Il faut que tu étudies l'allocation dynamique de la mémoire (fonctions malloc() et free() de stdlib.h). La mémoire est alors allouée sur le Tas (heap), et là, t'es peinard.
Tu dois pouvoir écrire ça:


```
unsigned short* tab = malloc( sizeof(short) * 1500 * 10);

if(tab == NULL)
{
    printf("Impossible d'allouer la mémoire.");
    return;
}

tab[0][0] = 3;
```

et ne pas oublier de la libérer

```
free(tab);
```


----------



## Didier Guillion (8 Décembre 2008)

Céroce, une petite remarque, 

je suis d'accord, c'est mieux d'avoir une allocation dynamique, mais dans ce cas, tu ne peut acceder à celle ci comme un tableau à deux dimensions (le compilateur ne connait pas le nombre de colonnes par ligne).
Le 
tab[0][0] = 3; 
n'a pas de signification

 Il faut passer par une fonction ou une macro pour accéder aux différents élements.

Mator, quelques remarques :

- Evite d'utiliser des valeurs comme 1500 directement dans le code utilise systématiquement des constantes :
#define NB_COLONNES 1500

- Quand tu ouvre un fichier, teste systématiquement que le FILE * n'est pas  NULL.

- Et surtout, commente ton code, un source c'est des commentaires avec du code dedant...

Cordialement


----------



## p4bl0 (8 Décembre 2008)

Didier Guillion a dit:


> Céroce, une petite remarque,
> 
> je suis d'accord, c'est mieux d'avoir une allocation dynamique, mais dans ce cas, tu ne peut acceder à celle ci comme un tableau à deux dimensions (le compilateur ne connait pas le nombre de colonnes par ligne).
> Le
> ...


Ou alors allouer un tableau à deux dimensions :

```
int **tab = NULL;
tab = malloc(TABXSIZE * sizeof(int *));
assert(tab != NULL);
for (i = 0; i < TABXSIZE; i++) {
  tab[i] = malloc(TABYSIZE * sizeof(int));
  assert(tab[i] != NULL);
}
```
(faut assert.h pour assert().
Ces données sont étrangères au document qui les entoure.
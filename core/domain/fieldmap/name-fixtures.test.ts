import { describe, expect, it } from "vitest";
import { nameFixtures } from "./name-fixtures";

describe("naming fixtures in the locator's sentences", () => {
  const a = "4e59f119-b35d-4566-9617-c22926646d09";
  const w = "6fdd8f5c-3624-47a3-9a6c-8ad8025af9ea";
  const labels = new Map([
    [a, "Meat 2"],
    [w, "Dairy walk-in cooler"],
  ]);

  it("swaps ids and room walls for names and leaves unknown ids alone", () => {
    expect(nameFixtures(`one source inside open case ${a} explains them best`, labels)).toBe(
      "one source inside open case Meat 2 explains them best",
    );
    expect(nameFixtures(`blocked by ${w}:wall:2`, labels)).toBe("blocked by the wall of Dairy walk-in cooler");
    const unknown = "00000000-0000-4000-8000-000000000000";
    expect(nameFixtures(`near ${unknown}`, labels)).toBe(`near ${unknown}`);
  });
});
Je sais c'est pas très intéressant de testé le malloc parce que ça retourne quasiment jamais voire jamais NULL en fait mais j'ai pris l'habitude et puis bon au cas où...).

Mais ce code n'est pas intéressant si TABXSIZE et TABYSIZE sont prévu à l'avance.
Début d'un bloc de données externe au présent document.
import { useId, useState, type FormEvent } from "react";
import type { Plan } from "#core/contracts/plans";
import type { LengthPreference } from "#core/domain/units/format-units";
import { Alert } from "../../../../components/ui/alert";
import { Button } from "../../../../components/ui/button";
import { TextField } from "../../../../components/ui/text-field";
import { formatBytes } from "../../../../lib/format";
import { formErrorMessage, serverFieldErrors } from "../../../../lib/form-errors";
import { useCreateBlankPlan } from "../../api/create-blank-plan";
import { PLAN_IMAGE_TYPES, useUploadPlan } from "../../api/upload-plan";
import { uploadStatusText } from "../../model/upload-status";
import type { UploadProgress } from "../../../../lib/upload-with-progress";
import { readLengthEntry } from "../../model/length-entry";
import { toMetres } from "#core/analysis/geometry/units";

/** Upload a drawing (PNG or JPEG), or start from a blank plan of a given size. */
export function PlanUploadForm({
  storeId,
  hasPlan,
  preference,
  onDone,
}: {
  storeId: string;
  hasPlan: boolean;
  preference: LengthPreference;
  onDone: (plan: Plan) => void;
}) {
  const fileId = useId();
  const [file, setFile] = useState<File | null>(null);
  const [typeError, setTypeError] = useState<string | null>(null);
  const upload = useUploadPlan();
  const [progress, setProgress] = useState<UploadProgress | null>(null);

  function submit(e: FormEvent) {
    e.preventDefault();
    if (!file) {
      setTypeError("Choose a PNG or JPEG file first.");
      return;
    }
    if (upload.isPending) return; // one upload at a time
    upload.mutate(
      { storeId, file, onProgress: setProgress },
      { onSuccess: (saved) => onDone(saved), onSettled: () => setProgress(null) },
    );
  }

  function pick(f: File | null) {
    setFile(f);
    upload.reset();
    setTypeError(
      f && !(PLAN_IMAGE_TYPES as readonly string[]).includes(f.type)
        ? `“${f.name}” does not look like a PNG or JPEG; the server will check its content.`
        : null,
    );
  }

  const uploadError = formErrorMessage(upload.error);
  return (
    <div className="grid gap-4 lg:grid-cols-2">
      <form
        onSubmit={submit}
        noValidate
        aria-busy={upload.isPending}
        className="space-y-3 rounded-md bg-surface p-4 edge"
      >
        <h3 className="text-lg font-bold">{hasPlan ? "Upload a new drawing" : "Upload the floor plan"}</h3>
        <p className="text-muted">
          A PNG or JPEG of up to 25 MB.
          {hasPlan
            ? " It becomes a new plan version: the fixtures are copied onto it and the old version and its sweeps stay as they are."
            : ""}
        </p>
        <div>
          <label htmlFor={fileId} className="block font-bold">
            Drawing file
          </label>
          <input
            id={fileId}
            type="file"
            accept="image/png,image/jpeg"
            onChange={(e) => pick(e.target.files?.[0] ?? null)}
            className="mt-1 block min-h-11 w-full rounded-md bg-surface px-3 py-2 edge file:mr-3 file:min-h-9 file:rounded-md file:border-0 file:bg-accent-soft file:px-3 file:font-bold"
          />
          {file ? (
            <p className="text-sm text-muted">
              {file.name}, {formatBytes(file.size)}
            </p>
          ) : null}
        </div>
        {typeError ? <Alert tone="note">{typeError}</Alert> : null}
        {uploadError ? (
          <Alert tone="error" title="The drawing was not accepted">
            {uploadError}
          </Alert>
        ) : null}
        <Button type="submit" busy={upload.isPending}>
          Upload drawing
        </Button>
        <div role="status" aria-live="polite" data-testid="plan-upload-status">
          {progress ? (
            <div className="space-y-1">
              <p className="font-bold">{uploadStatusText(progress)}</p>
              {/* A bar that fills while bytes go up, then moves without a value while the server works. */}
              <progress
                className="h-3 w-full"
                aria-label="Upload progress"
                max={1}
                value={progress.stage === "uploading" && progress.fraction !== null ? progress.fraction : undefined}
              />
            </div>
          ) : null}
        </div>
      </form>
      {hasPlan ? null : <BlankPlanForm storeId={storeId} preference={preference} onDone={onDone} />}
    </div>
  );
}

function BlankPlanForm({
  storeId,
  preference,
  onDone,
}: {
  storeId: string;
  preference: LengthPreference;
  onDone: (plan: Plan) => void;
}) {
  const [width, setWidth] = useState("");
  const [depth, setDepth] = useState("");
  const [errors, setErrors] = useState<Record<string, string>>({});
  const create = useCreateBlankPlan();
  const server = serverFieldErrors(create.error);

  function submit(e: FormEvent) {
    e.preventDefault();
    const w = readLengthEntry(width, preference);
    const d = readLengthEntry(depth, preference);
    const next: Record<string, string> = {};
    if (!w.ok) next.width = w.message;
    if (!d.ok) next.depth = d.message;
    setErrors(next);
    if (!w.ok || !d.ok) return;
    // One unit for both sides: metres, unless both were typed as bare feet.
    const same = w.length.unit === d.length.unit;
    const input = same
      ? { width: w.length.value, depth: d.length.value, unit: w.length.unit }
      : {
          width: toMetres(w.length.value, w.length.unit),
          depth: toMetres(d.length.value, d.length.unit),
          unit: "m" as const,
        };
    create.mutate({ storeId, input }, { onSuccess: (saved) => onDone(saved) });
  }

  const unitWord = preference === "ft-in" ? "feet" : "metres";
  const formError = formErrorMessage(create.error);
  return (
    <form onSubmit={submit} noValidate className="space-y-3 rounded-md bg-surface p-4 edge">
      <h3 className="text-lg font-bold">Or start from a blank plan</h3>
      <p className="text-muted">
        When there is no drawing: give the sales floor's width and depth ({unitWord} unless you type a unit) and draw
        the fixtures on a grid.
      </p>
      {formError ? <Alert tone="error">{formError}</Alert> : null}
      <div className="flex flex-wrap gap-3">
        <TextField
          label="Width"
          value={width}
          onChange={(e) => setWidth(e.target.value)}
          error={errors.width ?? server.width}
          className="w-40"
        />
        <TextField
          label="Depth"
          value={depth}
          onChange={(e) => setDepth(e.target.value)}
          error={errors.depth ?? server.depth}
          className="w-40"
        />
      </div>
      <Button type="submit" variant="secondary" busy={create.isPending}>
        Create blank plan
      </Button>
    </form>
  );
}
En l'occurence plutôt que 1500 faire l'allocation après avoir demandé la valeur de x serait pas une mauvaise idée.



Didier Guillion a dit:


> Mator, quelques remarques :
> 
> - Evite d'utiliser des valeurs comme 1500 directement dans le code utilise systématiquement des constantes :
> #define NB_COLONNES 1500
> ...


Sur le dernier point j'ai juste un truc à dire.
Je pense tout simplement que c'est faux. Un bon code = un code avec peu de comments.
(dans le sens où y en a pas besoin des comments).

Je m'explique.
Si les noms de mes variables et fonctions (attributs, méthodes et classes, peu importe) sont assez explicite, j'ai pas besoin de comment à deux franc qui disent à quoi correspond quoi.
/* n, b et c sont le nombre de machin, la valeur de bidule et le coût de truc */
int n, b, c;
int nbMachin, biduleValue, trucCost;
C'est un exemple bidon mais perso je préfère cette ligne au deux précédentes

Quelqu'un qui lis du code est censé savoir lire du code donc utiliser des bons noms dans son code évitent déjà beaucoup de comments.
Ensuite ça sert à rien d'expliqué des truc à la con genre /* boucle principale */. Si le lecteur vois pas ça...

IMO les comments sont à utiliser pour expliquer les algo non évident (et dans ceux là je prend aussi les algo qui seront non évident dans 3 ans si le code est relu ! Donc certains truc qui nous paraisse évident aujourd'hui aussi), les regexp compliquées (pareil), ou par exemple en C quand on fork pourquoi pas mettre vite fait un petit /* child */ et /* parent */ au bons endroits pour gagner un peu de temps à la relecture. Les trucs de ce genre quoi.
Et aussi quand ça sert à généré la doc en même temps.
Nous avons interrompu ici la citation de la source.